In 2025, prescription opioids such as oxycodone, hydrocodone, and methadone are responsible for more overdose deaths among Georgia residents than heroin, according to state surveillance data and the CDC’s State Unintentional Drug Overdose Reporting System. 

This article explains how Georgia tracks these deaths, what the numbers reveal, and why understanding the difference matters for prevention and treatment.

How Georgia Defines and Tracks Opioid Overdose Deaths?

Georgia’s Department of Public Health uses a standardized coding system to classify overdose deaths. 

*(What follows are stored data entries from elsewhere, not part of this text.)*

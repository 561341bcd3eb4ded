package ingest_test

import (
	"bytes"
	"errors"
	"fmt"
	"path/filepath"
	"strings"
	"sync"
	"testing"
	"time"

	"github.com/nats-io/nats-server/v2/server"
	"github.com/nats-io/nats.go"
	"github.com/rs/zerolog"

	"driftfit/ingest"
)

// logBuf collects log lines for a test to look at; safe for concurrent
// use (zerolog writes each event with one Write).
type logBuf struct {
	mu sync.Mutex
	b  bytes.Buffer
}

func (l *logBuf) Write(p []byte) (int, error) {
	l.mu.Lock()
	defer l.mu.Unlock()
	return l.b.Write(p)
}

func (l *logBuf) has(s string) bool {
	l.mu.Lock()
	defer l.mu.Unlock()
	return strings.Contains(l.b.String(), s)
}

func publishReadings(t *testing.T, js nats.JetStreamContext, id string, from, n int) {
	t.Helper()
	base := time.Now().Add(-20 * time.Hour).Truncate(time.Hour)
	for i := from; i < from+n; i++ {
		at := base.Add(time.Duration(i) * time.Minute)
		if _, err := js.Publish("driftfit.in."+id, fmt.Appendf(nil, `{"t":%d,"v":%d}`, at.Unix(), i%9)); err != nil {
			t.Fatal(err)
		}
	}
}

// TestService_StreamRebuilt deletes and remakes the readings stream
// under a service's stored position, publishes 5 readings into the new
// one, and checks that the service refuses to start (naming the fix)
// instead of skipping them, and with ResetPosition reads all 5.
func TestService_StreamRebuilt(t *testing.T) {
	dir := t.TempDir()
	ns := natsServer(t, filepath.Join(dir, "nats"), 0)
	defer ns.Shutdown()
	h := startService(t, ns.ClientURL(), dir, ingest.ModeStream)
	waitStream(t, h.nc)
	js, err := h.nc.JetStream()
	if err != nil {
		t.Fatal(err)
	}
	publishReadings(t, js, "qm.rb.pt-1", 0, 50)
	waitFor(t, "first readings committed", func() bool { return h.svc.Stats().Position == 50 })
	h.stop()

	nc, err := nats.Connect(ns.ClientURL())
	if err != nil {
		t.Fatal(err)
	}
	defer nc.Close()
	if js, err = nc.JetStream(); err != nil {
		t.Fatal(err)
	}
	info, err := js.StreamInfo("DRIFTFIT")
	if err != nil {
		t.Fatal(err)
	}
	if err := js.DeleteStream("DRIFTFIT"); err != nil {
		t.Fatal(err)
	}
	cfg := info.Config
	if _, err := js.AddStream(&cfg); err != nil {
		t.Fatal(err)
	}
	publishReadings(t, js, "qm.rb.pt-1", 50, 5)

	h = startService(t, ns.ClientURL(), dir, ingest.ModeStream)
	var runErr error
	select {
	case runErr = <-h.done:
		h.done <- runErr // for h.stop
	case <-time.After(30 * time.Second):
		t.Fatalf("service started on a rebuilt stream; applied %d", h.svc.Stats().Applied)
	}
	var ce *ingest.StreamChangedError
	if !errors.Is(runErr, ingest.ErrStreamChanged) || !errors.As(runErr, &ce) || ce.Position != 50 || !strings.Contains(runErr.Error(), "--reset-position") {
		t.Fatalf("Run = %v; want a *StreamChangedError at position 50 naming --reset-position", runErr)
	}
	h.stop()

	h = startServiceWith(t, ns.ClientURL(), dir, ingest.ModeStream, func(o *ingest.Options) { o.ResetPosition = true })
	waitFor(t, "the new stream's readings", func() bool { return h.svc.Stats().Applied == 5 })
	waitFor(t, "position in the new stream", func() bool { return h.svc.Stats().Position == 5 })
	h.stop()

	// The reset is on the file: a plain start now reads on.
	publishReadings(t, js, "qm.rb.pt-1", 55, 3)
	h = startService(t, ns.ClientURL(), dir, ingest.ModeStream)
	waitFor(t, "readings after the reset", func() bool { return h.svc.Stats().Applied == 3 })
}

// TestService_StreamBounded checks what the bus keeps: committed readings
// are purged from the stream, dead letters go to their own stream, and
// when the readings stream is full (serve stopped, producers going on)
// the server refuses new readings to their producers while serve warns,
// and every reading the server acknowledged is applied, no more.
func TestService_StreamBounded(t *testing.T) {
	dir := t.TempDir()
	// A server allowing 1 MiB of JetStream files: the readings stream
	// gets 256 KiB, the dead letters 64 KiB.
	ns := natsServerWith(t, &server.Options{StoreDir: filepath.Join(dir, "nats"), JetStreamMaxStore: 1 << 20})
	defer ns.Shutdown()
	var logs logBuf
	lg := zerolog.New(&logs)
	limits := func(o *ingest.Options) {
		o.StreamMaxBytes, o.RejectedMaxBytes, o.Logger, o.CheckInterval = 256<<10, 64<<10, &lg, 50*time.Millisecond
		o.PurgeInterval = 50 * time.Millisecond
	}
	h := startServiceWith(t, ns.ClientURL(), dir, ingest.ModeStream, limits)
	waitStream(t, h.nc)
	js, err := h.nc.JetStream()
	if err != nil {
		t.Fatal(err)
	}
	info, err := js.StreamInfo("DRIFTFIT")
	if err != nil {
		t.Fatal(err)
	}
	if c := info.Config; c.MaxBytes != 256<<10 || c.Discard != nats.DiscardNew || len(c.Subjects) != 1 || c.Subjects[0] != "driftfit.in.>" {
		t.Errorf("readings stream max_bytes %d discard %v subjects %v; want 262144, new, [driftfit.in.>]", c.MaxBytes, c.Discard, c.Subjects)
	}

	publishReadings(t, js, "qm.bd.pt-1", 0, 500)
	if err := h.nc.Publish("driftfit.in.qm.bd.pt-1", []byte(`{"t":`)); err != nil {
		t.Fatal(err)
	}
	waitFor(t, "readings applied", func() bool { return h.svc.Stats().Applied == 500 && h.svc.Stats().Rejected == 1 })
	waitFor(t, "committed readings purged", func() bool {
		info, err := js.StreamInfo("DRIFTFIT")
		return err == nil && info.State.Msgs == 0
	})
	waitFor(t, "dead letter kept in its stream", func() bool {
		info, err := js.StreamInfo("DRIFTFIT_REJECTED")
		return err == nil && info.State.Msgs == 1 && info.Config.MaxBytes == 64<<10
	})
	h.stop()

	// Serve is down; a producer goes on until the stream is full.
	nc, err := nats.Connect(ns.ClientURL())
	if err != nil {
		t.Fatal(err)
	}
	defer nc.Close()
	if js, err = nc.JetStream(); err != nil {
		t.Fatal(err)
	}
	base := time.Now().Add(-10 * time.Hour)
	acked, refused := 0, 0
	var refusal error
	for i := 0; refused < 10; i++ {
		at := base.Add(time.Duration(i) * time.Second)
		_, err := js.Publish("driftfit.in.qm.bd.pt-2", fmt.Appendf(nil, `{"t":%d,"v":%d,"pad":"%s"}`, at.Unix(), i%5, strings.Repeat("x", 100)))
		if err != nil {
			refused++
			refusal = err
			continue
		}
		acked++
	}
	t.Logf("%d readings acknowledged, then refused: %v", acked, refusal)

	h = startServiceWith(t, ns.ClientURL(), dir, ingest.ModeStream, limits)
	waitFor(t, "acknowledged readings applied", func() bool { return h.svc.Stats().Applied >= uint64(acked) })
	if st := h.svc.Stats(); st.Applied != uint64(acked) {
		t.Errorf("applied %d, the server acknowledged %d", st.Applied, acked)
	}
	if !logs.has("readings stream nearly full") {
		t.Errorf("no warning of the full stream in the log")
	}
	// Once committed and purged, the stream takes readings again.
	waitFor(t, "stream emptied", func() bool {
		info, err := js.StreamInfo("DRIFTFIT")
		return err == nil && info.State.Msgs == 0
	})
	if _, err := js.Publish("driftfit.in.qm.bd.pt-2", fmt.Appendf(nil, `{"t":%d,"v":1}`, time.Now().Add(-time.Minute).Unix())); err != nil {
		t.Fatalf("publish after the purge: %v", err)
	}
	waitFor(t, "reading after the purge", func() bool { return h.svc.Stats().Applied == uint64(acked)+1 })
}

// TestService_StreamPurgeDeferred checks when committed messages leave
// the stream: not after each commit, but once what is committed and not
// purged reaches an eighth of the stream's limit (Options.PurgeInterval,
// the other trigger, is an hour here).
func TestService_StreamPurgeDeferred(t *testing.T) {
	dir := t.TempDir()
	ns := natsServer(t, filepath.Join(dir, "nats"), 0)
	defer ns.Shutdown()
	h := startServiceWith(t, ns.ClientURL(), dir, ingest.ModeStream, func(o *ingest.Options) {
		o.StreamMaxBytes, o.PurgeInterval = 256<<10, time.Hour // purge at 32 KiB
	})
	waitStream(t, h.nc)
	js, err := h.nc.JetStream()
	if err != nil {
		t.Fatal(err)
	}
	stream := func() nats.StreamState {
		info, err := js.StreamInfo("DRIFTFIT")
		if err != nil {
			t.Fatal(err)
		}
		return info.State
	}
	// 200 messages of about 42 bytes (subject and payload): 8 KiB.
	publishReadings(t, js, "qm.pd.pt-1", 0, 200)
	waitFor(t, "200 messages committed", func() bool { return h.svc.Stats().Position >= 200 })
	time.Sleep(100 * time.Millisecond) // five commit intervals: no purge may follow
	if st := stream(); st.Msgs != 200 || st.FirstSeq != 1 {
		t.Fatalf("after committing 8 KiB, the stream holds %d messages from %d; want all 200 from 1", st.Msgs, st.FirstSeq)
	}
	// 800 more make 42 KiB: the commit that passes 32 KiB purges up to
	// its position.
	publishReadings(t, js, "qm.pd.pt-1", 200, 800)
	waitFor(t, "committed messages purged", func() bool { return stream().FirstSeq > 200 })
}

// TestService_StreamOfEarlierVersion starts a service on a stream made as
// earlier versions made it (no limits, every reading kept), holding more
// unapplied readings than the byte limit the service sets, and checks
// that none is lost to the new limit (the server, with discard-new, does
// not drop what a stream holds beyond a lowered limit): all are applied,
// then purged, and the limit holds.
func TestService_StreamOfEarlierVersion(t *testing.T) {
	dir := t.TempDir()
	ns := natsServer(t, filepath.Join(dir, "nats"), 0)
	defer ns.Shutdown()
	nc, err := nats.Connect(ns.ClientURL())
	if err != nil {
		t.Fatal(err)
	}
	defer nc.Close()
	js, err := nc.JetStream()
	if err != nil {
		t.Fatal(err)
	}
	if _, err := js.AddStream(&nats.StreamConfig{Name: "DRIFTFIT", Subjects: []string{"driftfit.in.>"}, Storage: nats.FileStorage}); err != nil {
		t.Fatal(err)
	}
	publishReadings(t, js, "qm.old.pt-1", 0, 1000) // some 70 KB
	small := func(o *ingest.Options) { o.StreamMaxBytes = 16 << 10 }
	h := startServiceWith(t, ns.ClientURL(), dir, ingest.ModeStream, small)
	waitFor(t, "every reading applied", func() bool { return h.svc.Stats().Applied == 1000 })
	waitFor(t, "applied readings purged", func() bool {
		info, err := js.StreamInfo("DRIFTFIT")
		return err == nil && info.State.Msgs == 0
	})
	waitFor(t, "limit set", func() bool {
		info, err := js.StreamInfo("DRIFTFIT")
		return err == nil && info.Config.MaxBytes == 16<<10 && info.Config.Discard == nats.DiscardNew
	})
}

Every fatal drug poisoning receives an underlying cause code (X40–X44 for unintentional, X60–X64 for suicide, X85 for homicide, or Y10–Y14 for undetermined intent). 

Additional codes identify which substances were involved:

  • T40.1 marks heroin involvement
  • T40.2 captures natural and semisynthetic opioids like oxycodone, hydrocodone, and morphine
  • T40.3 identifies methadone
  • T40.4 covers synthetic opioids other than methadone, primarily fentanyl

For this comparison, “prescription opioids” means deaths involving T40.2 or T40.3, while “heroin” refers to T40.1. These categories can overlap because one death may list multiple substances. 

The Georgia OASIS system tracks all counts by place of residence, not where the death occurred, ensuring accurate attribution to Georgia communities.

The 2025 Landscape: Prescription Opioids Lead Heroin in Fatal Involvement

When comparing head to head, prescription opioids appear on more Georgia death certificates than heroin in 2025. 

This finding comes from SUDORS final data, which integrates death certificates, medical examiner reports, and full toxicology results for over 600 data points per case. 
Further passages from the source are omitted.